## SOURCE DATA
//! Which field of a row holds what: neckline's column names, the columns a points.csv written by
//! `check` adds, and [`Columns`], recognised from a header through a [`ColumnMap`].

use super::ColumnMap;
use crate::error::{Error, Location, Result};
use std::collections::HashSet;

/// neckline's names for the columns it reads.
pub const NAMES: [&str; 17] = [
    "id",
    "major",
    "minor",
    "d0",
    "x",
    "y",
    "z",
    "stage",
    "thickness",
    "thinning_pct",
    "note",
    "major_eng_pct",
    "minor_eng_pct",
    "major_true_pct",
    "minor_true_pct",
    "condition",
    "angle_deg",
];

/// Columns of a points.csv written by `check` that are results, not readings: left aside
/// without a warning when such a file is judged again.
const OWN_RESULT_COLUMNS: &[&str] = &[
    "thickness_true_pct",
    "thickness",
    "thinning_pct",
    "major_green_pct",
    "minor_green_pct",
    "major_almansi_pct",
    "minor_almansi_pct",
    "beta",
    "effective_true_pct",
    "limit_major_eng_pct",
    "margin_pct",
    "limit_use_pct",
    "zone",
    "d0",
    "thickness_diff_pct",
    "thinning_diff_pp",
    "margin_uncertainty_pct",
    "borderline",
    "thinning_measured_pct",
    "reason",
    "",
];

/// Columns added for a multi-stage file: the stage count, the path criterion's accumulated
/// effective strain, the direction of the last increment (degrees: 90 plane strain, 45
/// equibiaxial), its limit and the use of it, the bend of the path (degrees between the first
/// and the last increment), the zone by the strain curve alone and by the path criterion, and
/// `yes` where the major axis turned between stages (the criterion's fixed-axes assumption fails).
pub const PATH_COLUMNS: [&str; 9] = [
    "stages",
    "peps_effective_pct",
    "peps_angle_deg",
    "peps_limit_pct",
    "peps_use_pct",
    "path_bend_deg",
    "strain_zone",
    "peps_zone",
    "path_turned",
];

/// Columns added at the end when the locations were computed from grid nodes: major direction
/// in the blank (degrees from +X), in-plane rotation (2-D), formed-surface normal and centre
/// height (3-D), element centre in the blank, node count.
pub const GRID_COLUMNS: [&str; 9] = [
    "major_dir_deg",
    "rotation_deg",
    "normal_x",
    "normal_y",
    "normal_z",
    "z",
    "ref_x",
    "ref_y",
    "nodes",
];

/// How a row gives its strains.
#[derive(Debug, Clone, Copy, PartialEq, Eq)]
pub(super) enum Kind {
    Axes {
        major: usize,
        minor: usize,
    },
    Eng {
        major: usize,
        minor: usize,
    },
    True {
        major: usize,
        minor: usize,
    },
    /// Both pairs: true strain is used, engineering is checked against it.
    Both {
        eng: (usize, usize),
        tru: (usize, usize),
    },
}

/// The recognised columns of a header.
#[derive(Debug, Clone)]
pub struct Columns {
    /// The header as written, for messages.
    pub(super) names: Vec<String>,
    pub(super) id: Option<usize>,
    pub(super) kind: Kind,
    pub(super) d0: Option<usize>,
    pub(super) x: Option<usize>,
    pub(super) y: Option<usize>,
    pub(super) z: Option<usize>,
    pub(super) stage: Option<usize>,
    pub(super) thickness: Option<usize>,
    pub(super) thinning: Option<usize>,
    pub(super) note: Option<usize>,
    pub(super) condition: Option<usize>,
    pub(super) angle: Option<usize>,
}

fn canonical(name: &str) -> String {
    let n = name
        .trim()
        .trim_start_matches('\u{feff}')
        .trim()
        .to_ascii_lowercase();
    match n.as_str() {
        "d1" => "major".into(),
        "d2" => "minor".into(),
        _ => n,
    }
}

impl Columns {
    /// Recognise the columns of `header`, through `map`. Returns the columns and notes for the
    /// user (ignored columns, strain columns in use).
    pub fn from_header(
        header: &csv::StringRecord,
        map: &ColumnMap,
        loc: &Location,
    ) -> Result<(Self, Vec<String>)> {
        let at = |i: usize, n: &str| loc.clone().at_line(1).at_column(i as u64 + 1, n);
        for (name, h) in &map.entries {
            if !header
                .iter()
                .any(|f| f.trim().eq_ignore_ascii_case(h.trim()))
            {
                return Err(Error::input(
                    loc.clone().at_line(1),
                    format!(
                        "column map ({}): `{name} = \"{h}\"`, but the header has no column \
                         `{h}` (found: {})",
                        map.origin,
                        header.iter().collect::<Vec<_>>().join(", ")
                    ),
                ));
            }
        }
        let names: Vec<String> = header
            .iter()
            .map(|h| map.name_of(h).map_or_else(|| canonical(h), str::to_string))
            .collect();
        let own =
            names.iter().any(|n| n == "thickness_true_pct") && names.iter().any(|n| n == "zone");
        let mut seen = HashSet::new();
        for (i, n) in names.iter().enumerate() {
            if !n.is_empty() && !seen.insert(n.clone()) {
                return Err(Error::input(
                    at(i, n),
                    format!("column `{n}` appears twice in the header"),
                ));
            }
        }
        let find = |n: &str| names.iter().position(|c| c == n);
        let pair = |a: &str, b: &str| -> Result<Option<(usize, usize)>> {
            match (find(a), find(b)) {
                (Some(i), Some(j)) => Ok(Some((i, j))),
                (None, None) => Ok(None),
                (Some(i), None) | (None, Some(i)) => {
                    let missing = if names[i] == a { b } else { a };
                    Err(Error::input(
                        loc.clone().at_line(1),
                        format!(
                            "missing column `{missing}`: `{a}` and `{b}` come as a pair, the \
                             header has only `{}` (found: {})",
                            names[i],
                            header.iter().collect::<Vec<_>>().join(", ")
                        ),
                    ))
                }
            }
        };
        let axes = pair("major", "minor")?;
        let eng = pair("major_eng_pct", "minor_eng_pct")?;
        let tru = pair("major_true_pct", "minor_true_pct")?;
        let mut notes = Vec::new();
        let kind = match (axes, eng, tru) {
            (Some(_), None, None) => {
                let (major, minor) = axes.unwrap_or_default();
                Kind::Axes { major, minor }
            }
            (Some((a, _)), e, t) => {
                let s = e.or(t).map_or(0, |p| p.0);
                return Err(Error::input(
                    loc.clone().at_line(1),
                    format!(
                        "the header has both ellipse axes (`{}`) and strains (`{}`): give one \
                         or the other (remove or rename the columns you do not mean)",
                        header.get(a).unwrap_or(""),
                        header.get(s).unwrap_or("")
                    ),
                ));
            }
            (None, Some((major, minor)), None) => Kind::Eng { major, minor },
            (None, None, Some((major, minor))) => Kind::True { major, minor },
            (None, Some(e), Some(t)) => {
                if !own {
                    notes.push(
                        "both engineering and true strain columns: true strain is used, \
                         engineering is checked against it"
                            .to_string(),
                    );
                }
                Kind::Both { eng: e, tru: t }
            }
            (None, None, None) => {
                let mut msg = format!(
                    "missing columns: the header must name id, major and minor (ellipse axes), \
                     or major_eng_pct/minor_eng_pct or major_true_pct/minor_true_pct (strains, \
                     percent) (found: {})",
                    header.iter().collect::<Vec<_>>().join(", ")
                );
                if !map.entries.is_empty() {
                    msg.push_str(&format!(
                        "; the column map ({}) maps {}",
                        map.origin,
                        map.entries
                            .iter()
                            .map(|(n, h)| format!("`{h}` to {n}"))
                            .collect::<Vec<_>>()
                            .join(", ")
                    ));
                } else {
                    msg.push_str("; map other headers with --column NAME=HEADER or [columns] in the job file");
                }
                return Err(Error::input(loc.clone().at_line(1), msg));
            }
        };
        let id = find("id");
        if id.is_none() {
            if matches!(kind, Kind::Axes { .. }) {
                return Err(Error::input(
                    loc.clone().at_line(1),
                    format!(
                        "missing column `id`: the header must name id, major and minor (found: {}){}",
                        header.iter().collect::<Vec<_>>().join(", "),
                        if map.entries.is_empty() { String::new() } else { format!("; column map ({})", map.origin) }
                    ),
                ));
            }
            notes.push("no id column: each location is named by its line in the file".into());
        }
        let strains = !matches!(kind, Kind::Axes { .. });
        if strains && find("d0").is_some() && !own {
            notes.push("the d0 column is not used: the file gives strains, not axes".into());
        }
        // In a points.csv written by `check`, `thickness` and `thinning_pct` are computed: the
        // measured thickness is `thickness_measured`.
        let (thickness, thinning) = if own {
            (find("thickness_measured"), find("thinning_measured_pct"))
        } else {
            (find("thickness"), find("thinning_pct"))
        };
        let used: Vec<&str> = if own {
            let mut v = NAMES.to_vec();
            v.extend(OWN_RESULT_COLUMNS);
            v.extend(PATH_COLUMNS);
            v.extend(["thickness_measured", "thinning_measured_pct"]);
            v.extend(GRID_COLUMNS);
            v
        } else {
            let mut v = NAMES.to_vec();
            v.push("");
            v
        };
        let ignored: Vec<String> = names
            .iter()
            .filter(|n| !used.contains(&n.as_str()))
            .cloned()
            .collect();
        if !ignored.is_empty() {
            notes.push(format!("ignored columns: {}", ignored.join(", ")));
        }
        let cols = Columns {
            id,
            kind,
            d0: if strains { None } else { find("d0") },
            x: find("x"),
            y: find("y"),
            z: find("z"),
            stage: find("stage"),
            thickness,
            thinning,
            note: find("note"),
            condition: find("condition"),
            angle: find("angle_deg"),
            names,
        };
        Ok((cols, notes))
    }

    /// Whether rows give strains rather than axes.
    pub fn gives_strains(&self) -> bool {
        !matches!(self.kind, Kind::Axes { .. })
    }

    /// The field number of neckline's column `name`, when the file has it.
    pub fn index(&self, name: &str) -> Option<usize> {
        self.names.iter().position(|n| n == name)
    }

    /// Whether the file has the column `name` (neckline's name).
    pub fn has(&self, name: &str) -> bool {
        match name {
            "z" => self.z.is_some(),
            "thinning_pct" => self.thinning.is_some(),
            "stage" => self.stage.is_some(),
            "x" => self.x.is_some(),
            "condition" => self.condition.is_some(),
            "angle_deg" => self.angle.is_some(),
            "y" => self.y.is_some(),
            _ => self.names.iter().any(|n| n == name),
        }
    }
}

* * *

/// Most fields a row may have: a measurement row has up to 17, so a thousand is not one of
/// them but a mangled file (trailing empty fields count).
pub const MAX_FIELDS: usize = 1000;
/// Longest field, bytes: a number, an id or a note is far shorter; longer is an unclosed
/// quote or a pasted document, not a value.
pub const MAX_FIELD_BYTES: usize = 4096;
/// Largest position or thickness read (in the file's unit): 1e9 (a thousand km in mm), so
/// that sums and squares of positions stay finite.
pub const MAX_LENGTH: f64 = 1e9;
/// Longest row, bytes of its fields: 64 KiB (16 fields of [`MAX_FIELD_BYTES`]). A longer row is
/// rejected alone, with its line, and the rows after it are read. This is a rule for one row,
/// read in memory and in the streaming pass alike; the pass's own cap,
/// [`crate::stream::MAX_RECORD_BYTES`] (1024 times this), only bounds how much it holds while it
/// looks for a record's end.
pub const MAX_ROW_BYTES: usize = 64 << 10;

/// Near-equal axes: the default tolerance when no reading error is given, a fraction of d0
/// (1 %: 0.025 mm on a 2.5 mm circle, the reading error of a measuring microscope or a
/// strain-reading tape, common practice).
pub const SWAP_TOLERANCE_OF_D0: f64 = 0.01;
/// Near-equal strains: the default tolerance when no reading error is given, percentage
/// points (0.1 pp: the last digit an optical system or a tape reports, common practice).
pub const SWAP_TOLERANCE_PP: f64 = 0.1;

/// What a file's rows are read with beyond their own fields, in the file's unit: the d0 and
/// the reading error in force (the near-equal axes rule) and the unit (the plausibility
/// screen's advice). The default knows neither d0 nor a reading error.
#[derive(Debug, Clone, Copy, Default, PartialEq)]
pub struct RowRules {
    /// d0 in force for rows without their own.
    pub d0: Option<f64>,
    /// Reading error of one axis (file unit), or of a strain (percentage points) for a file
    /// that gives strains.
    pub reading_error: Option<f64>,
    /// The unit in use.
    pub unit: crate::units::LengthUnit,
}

...

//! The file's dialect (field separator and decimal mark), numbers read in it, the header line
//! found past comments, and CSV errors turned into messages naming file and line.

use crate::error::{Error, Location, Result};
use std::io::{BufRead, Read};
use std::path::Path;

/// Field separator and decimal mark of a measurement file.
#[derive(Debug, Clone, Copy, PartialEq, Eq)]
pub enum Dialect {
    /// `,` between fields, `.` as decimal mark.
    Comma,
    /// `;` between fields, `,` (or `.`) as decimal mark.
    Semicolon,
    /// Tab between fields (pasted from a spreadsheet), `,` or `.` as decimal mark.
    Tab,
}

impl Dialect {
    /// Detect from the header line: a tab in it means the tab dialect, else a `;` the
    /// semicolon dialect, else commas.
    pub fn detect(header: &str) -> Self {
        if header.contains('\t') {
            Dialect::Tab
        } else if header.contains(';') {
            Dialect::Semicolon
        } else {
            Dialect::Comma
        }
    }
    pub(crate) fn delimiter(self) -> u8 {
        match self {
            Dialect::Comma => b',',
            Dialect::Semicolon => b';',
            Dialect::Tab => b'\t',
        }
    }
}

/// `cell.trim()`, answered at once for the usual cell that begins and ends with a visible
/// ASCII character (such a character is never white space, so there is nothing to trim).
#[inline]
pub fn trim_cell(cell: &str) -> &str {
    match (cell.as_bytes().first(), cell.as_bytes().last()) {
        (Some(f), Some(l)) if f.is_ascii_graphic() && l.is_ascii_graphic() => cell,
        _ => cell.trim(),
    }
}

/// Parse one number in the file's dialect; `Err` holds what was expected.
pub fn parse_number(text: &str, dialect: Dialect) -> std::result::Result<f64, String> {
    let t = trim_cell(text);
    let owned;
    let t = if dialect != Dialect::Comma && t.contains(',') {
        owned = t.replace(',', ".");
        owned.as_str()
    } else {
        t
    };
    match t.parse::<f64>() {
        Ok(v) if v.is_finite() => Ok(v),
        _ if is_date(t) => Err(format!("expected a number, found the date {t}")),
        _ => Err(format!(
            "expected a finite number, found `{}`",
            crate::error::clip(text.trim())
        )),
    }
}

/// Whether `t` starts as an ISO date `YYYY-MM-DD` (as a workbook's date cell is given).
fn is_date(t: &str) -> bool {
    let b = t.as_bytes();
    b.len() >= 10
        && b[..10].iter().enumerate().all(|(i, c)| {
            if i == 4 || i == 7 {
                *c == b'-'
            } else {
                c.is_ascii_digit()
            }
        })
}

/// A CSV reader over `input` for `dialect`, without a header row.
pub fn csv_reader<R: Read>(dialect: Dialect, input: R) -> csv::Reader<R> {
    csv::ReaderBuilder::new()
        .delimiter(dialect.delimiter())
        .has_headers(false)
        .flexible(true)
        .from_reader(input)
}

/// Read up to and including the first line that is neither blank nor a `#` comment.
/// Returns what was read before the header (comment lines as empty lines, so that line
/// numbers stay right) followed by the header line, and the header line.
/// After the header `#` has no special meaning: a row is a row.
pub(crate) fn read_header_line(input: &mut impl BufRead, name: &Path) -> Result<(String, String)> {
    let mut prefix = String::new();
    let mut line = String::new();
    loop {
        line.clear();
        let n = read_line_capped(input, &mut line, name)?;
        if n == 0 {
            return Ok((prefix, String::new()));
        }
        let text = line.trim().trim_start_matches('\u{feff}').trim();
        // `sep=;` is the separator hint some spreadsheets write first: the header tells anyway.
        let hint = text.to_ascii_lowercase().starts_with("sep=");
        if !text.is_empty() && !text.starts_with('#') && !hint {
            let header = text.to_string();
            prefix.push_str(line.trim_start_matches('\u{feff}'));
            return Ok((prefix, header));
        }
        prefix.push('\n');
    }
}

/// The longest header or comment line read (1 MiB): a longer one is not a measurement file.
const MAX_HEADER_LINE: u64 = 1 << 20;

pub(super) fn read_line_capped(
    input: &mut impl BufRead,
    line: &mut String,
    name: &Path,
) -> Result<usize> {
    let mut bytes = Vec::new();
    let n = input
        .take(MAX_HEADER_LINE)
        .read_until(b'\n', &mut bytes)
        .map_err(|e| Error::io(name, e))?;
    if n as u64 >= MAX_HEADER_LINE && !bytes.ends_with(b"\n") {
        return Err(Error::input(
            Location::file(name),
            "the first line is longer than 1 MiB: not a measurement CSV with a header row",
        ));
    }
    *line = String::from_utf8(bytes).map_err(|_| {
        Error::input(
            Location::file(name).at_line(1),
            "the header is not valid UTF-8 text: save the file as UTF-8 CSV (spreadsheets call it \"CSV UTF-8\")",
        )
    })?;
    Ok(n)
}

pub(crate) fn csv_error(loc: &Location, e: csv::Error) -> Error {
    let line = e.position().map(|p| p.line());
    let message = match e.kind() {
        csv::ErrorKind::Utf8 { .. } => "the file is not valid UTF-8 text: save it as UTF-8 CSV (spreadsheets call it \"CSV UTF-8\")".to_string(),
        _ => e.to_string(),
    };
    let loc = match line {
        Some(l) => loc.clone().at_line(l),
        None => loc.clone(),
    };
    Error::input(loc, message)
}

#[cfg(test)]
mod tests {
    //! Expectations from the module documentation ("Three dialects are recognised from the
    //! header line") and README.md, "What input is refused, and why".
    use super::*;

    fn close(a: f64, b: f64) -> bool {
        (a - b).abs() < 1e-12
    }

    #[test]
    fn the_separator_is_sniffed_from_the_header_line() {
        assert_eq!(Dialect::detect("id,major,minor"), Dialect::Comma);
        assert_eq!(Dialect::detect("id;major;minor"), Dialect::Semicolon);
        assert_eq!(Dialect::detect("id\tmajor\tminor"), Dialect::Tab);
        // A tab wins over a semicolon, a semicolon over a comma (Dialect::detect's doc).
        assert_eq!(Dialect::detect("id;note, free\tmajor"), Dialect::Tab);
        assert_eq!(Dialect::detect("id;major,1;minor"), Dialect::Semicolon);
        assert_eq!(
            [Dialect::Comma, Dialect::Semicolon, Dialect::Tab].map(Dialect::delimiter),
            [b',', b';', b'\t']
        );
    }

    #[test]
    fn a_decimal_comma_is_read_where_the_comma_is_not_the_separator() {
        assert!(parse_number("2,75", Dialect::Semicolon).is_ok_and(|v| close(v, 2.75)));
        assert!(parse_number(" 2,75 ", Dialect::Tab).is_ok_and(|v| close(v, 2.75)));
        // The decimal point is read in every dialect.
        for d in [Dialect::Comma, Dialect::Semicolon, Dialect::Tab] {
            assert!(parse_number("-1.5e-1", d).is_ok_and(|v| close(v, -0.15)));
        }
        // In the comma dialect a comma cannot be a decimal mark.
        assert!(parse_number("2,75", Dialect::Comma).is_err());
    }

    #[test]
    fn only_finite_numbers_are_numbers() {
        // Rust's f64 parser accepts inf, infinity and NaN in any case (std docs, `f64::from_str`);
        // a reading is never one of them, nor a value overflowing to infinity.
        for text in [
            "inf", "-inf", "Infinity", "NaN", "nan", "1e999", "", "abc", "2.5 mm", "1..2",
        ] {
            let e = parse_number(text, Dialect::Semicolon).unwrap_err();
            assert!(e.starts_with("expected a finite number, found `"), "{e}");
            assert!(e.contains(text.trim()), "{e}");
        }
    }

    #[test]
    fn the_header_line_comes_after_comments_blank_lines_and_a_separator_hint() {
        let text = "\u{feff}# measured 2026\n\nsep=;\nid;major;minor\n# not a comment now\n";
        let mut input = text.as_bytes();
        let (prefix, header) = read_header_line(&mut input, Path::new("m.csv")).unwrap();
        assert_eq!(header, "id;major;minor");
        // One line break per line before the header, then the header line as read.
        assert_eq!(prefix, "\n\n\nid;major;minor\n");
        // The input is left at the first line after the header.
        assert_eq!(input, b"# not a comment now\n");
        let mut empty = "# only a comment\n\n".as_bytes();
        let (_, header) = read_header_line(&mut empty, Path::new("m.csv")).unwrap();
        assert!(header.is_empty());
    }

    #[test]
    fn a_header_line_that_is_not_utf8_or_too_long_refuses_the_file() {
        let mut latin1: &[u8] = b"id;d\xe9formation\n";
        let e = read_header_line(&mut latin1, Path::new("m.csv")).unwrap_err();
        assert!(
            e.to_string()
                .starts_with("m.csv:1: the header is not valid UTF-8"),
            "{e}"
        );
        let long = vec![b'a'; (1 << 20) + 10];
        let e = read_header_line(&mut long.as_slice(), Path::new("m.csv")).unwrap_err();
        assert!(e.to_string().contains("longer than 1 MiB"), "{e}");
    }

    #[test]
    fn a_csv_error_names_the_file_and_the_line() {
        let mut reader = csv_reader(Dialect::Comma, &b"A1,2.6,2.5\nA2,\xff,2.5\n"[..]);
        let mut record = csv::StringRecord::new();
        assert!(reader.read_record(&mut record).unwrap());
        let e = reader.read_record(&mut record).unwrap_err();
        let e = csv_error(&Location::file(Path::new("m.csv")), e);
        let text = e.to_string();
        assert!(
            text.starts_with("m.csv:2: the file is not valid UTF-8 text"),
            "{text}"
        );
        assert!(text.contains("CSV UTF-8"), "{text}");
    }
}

## EXERCISE
Could you report every line of the material that contains the string "const"?

## EXERCISE SOLUTION
pub const NAMES: [&str; 17] = [
const OWN_RESULT_COLUMNS: &[&str] = &[
pub const PATH_COLUMNS: [&str; 9] = [
pub const GRID_COLUMNS: [&str; 9] = [
pub const MAX_FIELDS: usize = 1000;
pub const MAX_FIELD_BYTES: usize = 4096;
pub const MAX_LENGTH: f64 = 1e9;
pub const MAX_ROW_BYTES: usize = 64 << 10;
pub const SWAP_TOLERANCE_OF_D0: f64 = 0.01;
pub const SWAP_TOLERANCE_PP: f64 = 0.1;
const MAX_HEADER_LINE: u64 = 1 << 20;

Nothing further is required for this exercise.